The records should be copied out again with no alteration.
- Opening Delimiter -
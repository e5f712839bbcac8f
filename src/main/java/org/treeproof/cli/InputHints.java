package org.treeproof.cli;

import java.nio.file.Files;
import java.nio.file.Path;
import org.treeproof.data.InputException;
import org.treeproof.io.DataTable;
import org.treeproof.io.DataTableReader;

/**
 * Clearer words for input mistakes whose plain message misleads: standard input or a pipe given as a file, a missing
 * labels file, and a data table given with {@code --distances}.
 */
final class InputHints {

    private InputHints() {
    }

    /**
     * Refuses, before any work, what cannot be read as a table file.
     *
     * @param option "INPUT" or the option that named the file
     */
    static void requireReadable(Path file, String option) {
        if (file.toString().equals("-")) {
            throw new InputException(option + " -: reading a table from standard input is not supported; save it to a "
                    + "file and give the file's name");
        }
        if (option.startsWith("--") && !Files.exists(file)) {
            throw new InputException(option + " " + file + ": no such file");
        }
        if (Files.exists(file) && !Files.isDirectory(file) && !Files.isRegularFile(file)) {
            throw new InputException(file + ": is a pipe or device, not a regular file; treeproof cannot read tables "
                    + "from pipes or standard input: save the table to a file first");
        }
    }

    /** {@code e} with a hint added when the input's shape explains it better, or {@code e} itself. */
    static InputException explain(Path input, InputException e, InputOptions options) {
        // a sep= first line is honoured by the table reader (TableText), so it never explains a failure
        if (options.distances()) {
            try {
                DataTable t = new DataTableReader(options.delimiter().orElse(null), false).read(input);
                if (!t.matrix().sampleIds().equals(t.matrix().featureNames())) {
                    return new InputException(e.getMessage() + "; the file reads as a data table (" + t.matrix().samples()
                            + " samples, " + t.matrix().features() + " features): drop --distances", e);
                }
            } catch (InputException notADataTable) {
                // neither reading works: the distance table's own message stands
            }
        }
        return e;
    }
}
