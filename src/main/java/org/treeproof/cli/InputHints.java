package org.treeproof.cli;

import java.io.IOException;
import java.io.InputStream;
import java.nio.charset.StandardCharsets;
import java.nio.file.Files;
import java.nio.file.Path;
import java.util.regex.Matcher;
import java.util.regex.Pattern;
import java.util.zip.GZIPInputStream;
import org.treeproof.data.InputException;
import org.treeproof.io.DataTable;
import org.treeproof.io.DataTableReader;

/**
 * Clearer words for input mistakes whose plain message misleads: standard input or a pipe given as a file, a missing
 * labels file, a spreadsheet's {@code sep=} line above the header, and a data table given with {@code --distances}.
 */
final class InputHints {
    private static final Pattern SEP_LINE = Pattern.compile("^\uFEFF?(sep=.)\r?\n");

    private InputHints() {
    }

    /**
     * Refuses, before any work, what cannot be read as a table file.
     *
     * @param option "INPUT" or the option that named the file
     */
    static void requireReadable(Path file, String option) {
        if (file.toString().equals("-")) {
            throw new InputException(option + " -: reading a table from standard input is not supported; save it to a "
                    + "file and give the file's name");
        }
        if (option.startsWith("--") && !Files.exists(file)) {
            throw new InputException(option + " " + file + ": no such file");
        }
        if (Files.exists(file) && !Files.isDirectory(file) && !Files.isRegularFile(file)) {
            throw new InputException(file + ": is a pipe or device, not a regular file; treeproof cannot read tables "
                    + "from pipes or standard input: save the table to a file first");
        }
    }

    /** {@code e} with a hint added when the input's shape explains it better, or {@code e} itself. */
    static InputException explain(Path input, InputException e, InputOptions options) {
        String sep = sepLine(input);
        if (sep != null) {
            return new InputException(input + ":1: the first line '" + sep + "' is a spreadsheet's delimiter hint, "
                    + "not part of the table; delete that line (treeproof takes the delimiter from the file name or "
                    + "--delimiter)", e);
        }
        if (options.distances()) {
            try {
                DataTable t = new DataTableReader(options.delimiter().orElse(null), false).read(input);
                if (!t.matrix().sampleIds().equals(t.matrix().featureNames())) {
                    return new InputException(e.getMessage() + "; the file reads as a data table (" + t.matrix().samples()
                            + " samples, " + t.matrix().features() + " features): drop --distances", e);
                }
            } catch (InputException notADataTable) {
                // neither reading works: the distance table's own message stands
            }
        }
        return e;
    }

    /** The {@code sep=X} first line of the file, or null. */
    private static String sepLine(Path input) {
        try (InputStream raw = Files.newInputStream(input);
                InputStream in = input.toString().toLowerCase(java.util.Locale.ROOT).endsWith(".gz")
                        ? new GZIPInputStream(raw) : raw) {
            String head = new String(in.readNBytes(16), StandardCharsets.UTF_8);
            Matcher m = SEP_LINE.matcher(head);
            return m.find() ? m.group(1) : null;
        } catch (IOException | RuntimeException unreadable) {
            return null;
        }
    }
}
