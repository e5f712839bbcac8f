package org.treeproof.cli;

import java.io.PrintStream;
import org.treeproof.data.InputException;
import org.treeproof.io.CheckpointFile;
import org.treeproof.io.DiskFull;

/**
 * What a study that stops early tells the user about the work it kept: on Ctrl-C (or SIGTERM) a line saying how
 * much finished work the checkpoint holds and that {@code --resume} continues it (the JVM then exits with 130, or
 * 143 for SIGTERM); on a full disk a one-line error saying the same, or that nothing was kept.
 */
final class KeptWork implements AutoCloseable {
    private final CheckpointFile checkpoint;
    private final String out;
    private final PrintStream err;
    private final Thread hook;
    private volatile boolean finished;

    /** Starts watching for an interrupt; {@link #close()} stops it once the results are in place. */
    KeptWork(CheckpointFile checkpoint, String out, PrintStream err) {
        this.checkpoint = checkpoint;
        this.out = out;
        this.err = err;
        this.hook = new Thread(this::interrupted, "treeproof-interrupt-notice");
        Runtime.getRuntime().addShutdownHook(hook);
    }

    private void interrupted() {
        if (finished) {
            return;
        }
        long kept = checkpoint.recordsKept();
        err.println("treeproof: interrupted; " + (kept == 0 ? "no replicate had finished yet, so there is nothing to "
                + "resume" : "the finished work (" + kept + " replicates, null and reference sets so far) is kept in "
                + checkpoint.location() + ": run the same command with --resume to continue"));
        err.flush();
    }

    /** The error for a disk that filled up while the study or its checkpoint was being written. */
    InputException diskFullDuringStudy() {
        long kept = checkpoint.recordsKept();
        if (kept == 0) {
            checkpoint.discard();
            return new InputException(DiskFull.NO_SPACE.toLowerCase(java.util.Locale.ROOT) + " while keeping the "
                    + "checkpoint beside --out " + out + "; nothing was kept and nothing written under " + out
                    + ": free some space and run the command again");
        }
        return new InputException(DiskFull.NO_SPACE.toLowerCase(java.util.Locale.ROOT) + " while keeping the "
                + "checkpoint beside --out " + out + "; nothing was written under " + out + ", and " + kept
                + " finished pieces of work are kept in " + checkpoint.location() + ": free some space and run the "
                + "same command with --resume");
    }

    /** The error for a disk that filled up while the results were written (the finished study is kept). */
    InputException diskFullDuringResults() {
        return new InputException(DiskFull.NO_SPACE.toLowerCase(java.util.Locale.ROOT) + " while writing the results"
                + " for --out " + out + "; nothing was written under " + out + ", and the finished study is kept in "
                + checkpoint.location() + ": free some space and run the same command with --resume to write them "
                + "without recomputing");
    }

    /** The study's results are in place: an interrupt from now on has nothing to report. */
    @Override
    public void close() {
        finished = true;
        try {
            Runtime.getRuntime().removeShutdownHook(hook);
        } catch (IllegalStateException shuttingDown) {
            // the hook runs now and sees finished
        }
    }
}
- Closing Delimiter -
• WRITTEN ANSWER:
repository e5f712839bbcac8f
filename src/main/java/org/treeproof/cli/InputHints.java
package org.treeproof.cli;

import java.nio.file.Files;
import java.nio.file.Path;
import org.treeproof.data.InputException;
import org.treeproof.io.DataTable;
import org.treeproof.io.DataTableReader;

/**
 * Clearer words for input mistakes whose plain message misleads: standard input or a pipe given as a file, a missing
 * labels file, and a data table given with {@code --distances}.
 */
final class InputHints {

    private InputHints() {
    }

    /**
     * Refuses, before any work, what cannot be read as a table file.
     *
     * @param option "INPUT" or the option that named the file
     */
    static void requireReadable(Path file, String option) {
        if (file.toString().equals("-")) {
            throw new InputException(option + " -: reading a table from standard input is not supported; save it to a "
                    + "file and give the file's name");
        }
        if (option.startsWith("--") && !Files.exists(file)) {
            throw new InputException(option + " " + file + ": no such file");
        }
        if (Files.exists(file) && !Files.isDirectory(file) && !Files.isRegularFile(file)) {
            throw new InputException(file + ": is a pipe or device, not a regular file; treeproof cannot read tables "
                    + "from pipes or standard input: save the table to a file first");
        }
    }

    /** {@code e} with a hint added when the input's shape explains it better, or {@code e} itself. */
    static InputException explain(Path input, InputException e, InputOptions options) {
        // a sep= first line is honoured by the table reader (TableText), so it never explains a failure
        if (options.distances()) {
            try {
                DataTable t = new DataTableReader(options.delimiter().orElse(null), false).read(input);
                if (!t.matrix().sampleIds().equals(t.matrix().featureNames())) {
                    return new InputException(e.getMessage() + "; the file reads as a data table (" + t.matrix().samples()
                            + " samples, " + t.matrix().features() + " features): drop --distances", e);
                }
            } catch (InputException notADataTable) {
                // neither reading works: the distance table's own message stands
            }
        }
        return e;
    }
}
filename src/main/java/org/treeproof/cli/InputHints.java
package org.treeproof.cli;

import java.io.IOException;
import java.io.InputStream;
import java.nio.charset.StandardCharsets;
import java.nio.file.Files;
import java.nio.file.Path;
import java.util.regex.Matcher;
import java.util.regex.Pattern;
import java.util.zip.GZIPInputStream;
import org.treeproof.data.InputException;
import org.treeproof.io.DataTable;
import org.treeproof.io.DataTableReader;

/**
 * Clearer words for input mistakes whose plain message misleads: standard input or a pipe given as a file, a missing
 * labels file, a spreadsheet's {@code sep=} line above the header, and a data table given with {@code --distances}.
 */
final class InputHints {
    private static final Pattern SEP_LINE = Pattern.compile("^\uFEFF?(sep=.)\r?\n");

    private InputHints() {
    }

    /**
     * Refuses, before any work, what cannot be read as a table file.
     *
     * @param option "INPUT" or the option that named the file
     */
    static void requireReadable(Path file, String option) {
        if (file.toString().equals("-")) {
            throw new InputException(option + " -: reading a table from standard input is not supported; save it to a "
                    + "file and give the file's name");
        }
        if (option.startsWith("--") && !Files.exists(file)) {
            throw new InputException(option + " " + file + ": no such file");
        }
        if (Files.exists(file) && !Files.isDirectory(file) && !Files.isRegularFile(file)) {
            throw new InputException(file + ": is a pipe or device, not a regular file; treeproof cannot read tables "
                    + "from pipes or standard input: save the table to a file first");
        }
    }

    /** {@code e} with a hint added when the input's shape explains it better, or {@code e} itself. */
    static InputException explain(Path input, InputException e, InputOptions options) {
        String sep = sepLine(input);
        if (sep != null) {
            return new InputException(input + ":1: the first line '" + sep + "' is a spreadsheet's delimiter hint, "
                    + "not part of the table; delete that line (treeproof takes the delimiter from the file name or "
                    + "--delimiter)", e);
        }
        if (options.distances()) {
            try {
                DataTable t = new DataTableReader(options.delimiter().orElse(null), false).read(input);
                if (!t.matrix().sampleIds().equals(t.matrix().featureNames())) {
                    return new InputException(e.getMessage() + "; the file reads as a data table (" + t.matrix().samples()
                            + " samples, " + t.matrix().features() + " features): drop --distances", e);
                }
            } catch (InputException notADataTable) {
                // neither reading works: the distance table's own message stands
            }
        }
        return e;
    }

    /** The {@code sep=X} first line of the file, or null. */
    private static String sepLine(Path input) {
        try (InputStream raw = Files.newInputStream(input);
                InputStream in = input.toString().toLowerCase(java.util.Locale.ROOT).endsWith(".gz")
                        ? new GZIPInputStream(raw) : raw) {
            String head = new String(in.readNBytes(16), StandardCharsets.UTF_8);
            Matcher m = SEP_LINE.matcher(head);
            return m.find() ? m.group(1) : null;
        } catch (IOException | RuntimeException unreadable) {
            return null;
        }
    }
}
repository e5f712839bbcac8f
package org.treeproof.cli;

import java.io.PrintStream;
import org.treeproof.data.InputException;
import org.treeproof.io.CheckpointFile;
import org.treeproof.io.DiskFull;

/**
 * What a study that stops early tells the user about the work it kept: on Ctrl-C (or SIGTERM) a line saying how
 * much finished work the checkpoint holds and that {@code --resume} continues it (the JVM then exits with 130, or
 * 143 for SIGTERM); on a full disk a one-line error saying the same, or that nothing was kept.
 */
final class KeptWork implements AutoCloseable {
    private final CheckpointFile checkpoint;
    private final String out;
    private final PrintStream err;
    private final Thread hook;
    private volatile boolean finished;

    /** Starts watching for an interrupt; {@link #close()} stops it once the results are in place. */
    KeptWork(CheckpointFile checkpoint, String out, PrintStream err) {
        this.checkpoint = checkpoint;
        this.out = out;
        this.err = err;
        this.hook = new Thread(this::interrupted, "treeproof-interrupt-notice");
        Runtime.getRuntime().addShutdownHook(hook);
    }

    private void interrupted() {
        if (finished) {
            return;
        }
        long kept = checkpoint.recordsKept();
        err.println("treeproof: interrupted; " + (kept == 0 ? "no replicate had finished yet, so there is nothing to "
                + "resume" : "the finished work (" + kept + " replicates, null and reference sets so far) is kept in "
                + checkpoint.location() + ": run the same command with --resume to continue"));
        err.flush();
    }

    /** The error for a disk that filled up while the study or its checkpoint was being written. */
    InputException diskFullDuringStudy() {
        long kept = checkpoint.recordsKept();
        if (kept == 0) {
            checkpoint.discard();
            return new InputException(DiskFull.NO_SPACE.toLowerCase(java.util.Locale.ROOT) + " while keeping the "
                    + "checkpoint beside --out " + out + "; nothing was kept and nothing written under " + out
                    + ": free some space and run the command again");
        }
        return new InputException(DiskFull.NO_SPACE.toLowerCase(java.util.Locale.ROOT) + " while keeping the "
                + "checkpoint beside --out " + out + "; nothing was written under " + out + ", and " + kept
                + " finished pieces of work are kept in " + checkpoint.location() + ": free some space and run the "
                + "same command with --resume");
    }

    /** The error for a disk that filled up while the results were written (the finished study is kept). */
    InputException diskFullDuringResults() {
        return new InputException(DiskFull.NO_SPACE.toLowerCase(java.util.Locale.ROOT) + " while writing the results"
                + " for --out " + out + "; nothing was written under " + out + ", and the finished study is kept in "
                + checkpoint.location() + ": free some space and run the same command with --resume to write them "
                + "without recomputing");
    }

    /** The study's results are in place: an interrupt from now on has nothing to report. */
    @Override
    public void close() {
        finished = true;
        try {
            Runtime.getRuntime().removeShutdownHook(hook);
        } catch (IllegalStateException shuttingDown) {
            // the hook runs now and sees finished
        }
    }
}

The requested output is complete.